(Dataset entries)
============================================================
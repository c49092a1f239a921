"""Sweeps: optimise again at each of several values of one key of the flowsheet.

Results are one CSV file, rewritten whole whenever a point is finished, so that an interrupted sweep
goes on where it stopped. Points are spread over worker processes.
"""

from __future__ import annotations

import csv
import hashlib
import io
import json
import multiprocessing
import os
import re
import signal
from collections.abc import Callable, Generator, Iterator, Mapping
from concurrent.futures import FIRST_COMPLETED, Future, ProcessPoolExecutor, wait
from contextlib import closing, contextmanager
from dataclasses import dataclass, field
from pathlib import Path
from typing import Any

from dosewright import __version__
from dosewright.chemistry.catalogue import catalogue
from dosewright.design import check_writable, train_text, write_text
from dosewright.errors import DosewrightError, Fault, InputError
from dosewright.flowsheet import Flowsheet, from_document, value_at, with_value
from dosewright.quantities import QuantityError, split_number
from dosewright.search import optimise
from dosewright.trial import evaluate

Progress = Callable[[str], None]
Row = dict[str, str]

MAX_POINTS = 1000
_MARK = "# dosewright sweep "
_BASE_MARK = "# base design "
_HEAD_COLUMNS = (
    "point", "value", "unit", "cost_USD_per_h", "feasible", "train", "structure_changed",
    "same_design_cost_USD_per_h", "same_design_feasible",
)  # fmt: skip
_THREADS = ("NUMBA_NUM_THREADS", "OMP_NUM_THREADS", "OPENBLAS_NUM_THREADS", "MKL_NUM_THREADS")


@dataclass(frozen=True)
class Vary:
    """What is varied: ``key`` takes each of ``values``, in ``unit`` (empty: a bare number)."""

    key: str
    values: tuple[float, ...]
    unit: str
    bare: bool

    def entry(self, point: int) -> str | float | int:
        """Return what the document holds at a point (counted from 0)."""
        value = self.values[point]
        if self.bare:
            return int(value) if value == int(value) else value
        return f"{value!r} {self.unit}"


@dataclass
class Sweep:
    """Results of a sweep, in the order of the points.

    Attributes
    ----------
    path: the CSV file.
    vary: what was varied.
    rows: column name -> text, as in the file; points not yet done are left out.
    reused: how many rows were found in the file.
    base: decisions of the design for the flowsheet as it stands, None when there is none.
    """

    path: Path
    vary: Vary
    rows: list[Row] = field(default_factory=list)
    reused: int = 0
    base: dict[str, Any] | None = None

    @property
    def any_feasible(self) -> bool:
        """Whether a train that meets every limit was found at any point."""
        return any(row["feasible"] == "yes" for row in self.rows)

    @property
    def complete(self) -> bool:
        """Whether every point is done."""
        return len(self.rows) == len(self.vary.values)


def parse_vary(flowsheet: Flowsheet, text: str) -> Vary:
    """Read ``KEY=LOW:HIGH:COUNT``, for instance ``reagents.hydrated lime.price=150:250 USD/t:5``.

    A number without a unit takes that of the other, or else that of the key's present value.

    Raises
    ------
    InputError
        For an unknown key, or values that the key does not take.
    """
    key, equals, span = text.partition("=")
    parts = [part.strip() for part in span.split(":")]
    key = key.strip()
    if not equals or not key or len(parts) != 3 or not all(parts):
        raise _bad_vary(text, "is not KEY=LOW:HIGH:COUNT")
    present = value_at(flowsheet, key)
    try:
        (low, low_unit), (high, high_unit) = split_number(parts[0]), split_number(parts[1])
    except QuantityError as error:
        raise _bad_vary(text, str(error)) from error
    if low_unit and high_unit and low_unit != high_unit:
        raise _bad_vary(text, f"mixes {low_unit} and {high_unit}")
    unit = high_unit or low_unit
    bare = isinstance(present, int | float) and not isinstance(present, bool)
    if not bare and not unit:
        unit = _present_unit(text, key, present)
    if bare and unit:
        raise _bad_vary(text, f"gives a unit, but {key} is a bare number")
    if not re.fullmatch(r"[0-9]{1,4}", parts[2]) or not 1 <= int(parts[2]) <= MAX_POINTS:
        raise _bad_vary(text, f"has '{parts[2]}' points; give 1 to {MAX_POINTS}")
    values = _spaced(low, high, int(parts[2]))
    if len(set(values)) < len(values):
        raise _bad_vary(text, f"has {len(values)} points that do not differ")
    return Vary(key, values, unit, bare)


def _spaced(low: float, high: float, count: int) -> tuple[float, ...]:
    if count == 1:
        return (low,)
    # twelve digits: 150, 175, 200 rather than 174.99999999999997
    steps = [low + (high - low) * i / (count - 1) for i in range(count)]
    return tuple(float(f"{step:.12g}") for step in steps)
============================================================
**TASK TO COMPLETE**
Show the lines of the records that include the string "float".

**COMPLETED TASK**
    values: tuple[float, ...]
    def entry(self, point: int) -> str | float | int:
    bare = isinstance(present, int | float) and not isinstance(present, bool)
def _spaced(low: float, high: float, count: int) -> tuple[float, ...]:
    return tuple(float(f"{step:.12g}") for step in steps)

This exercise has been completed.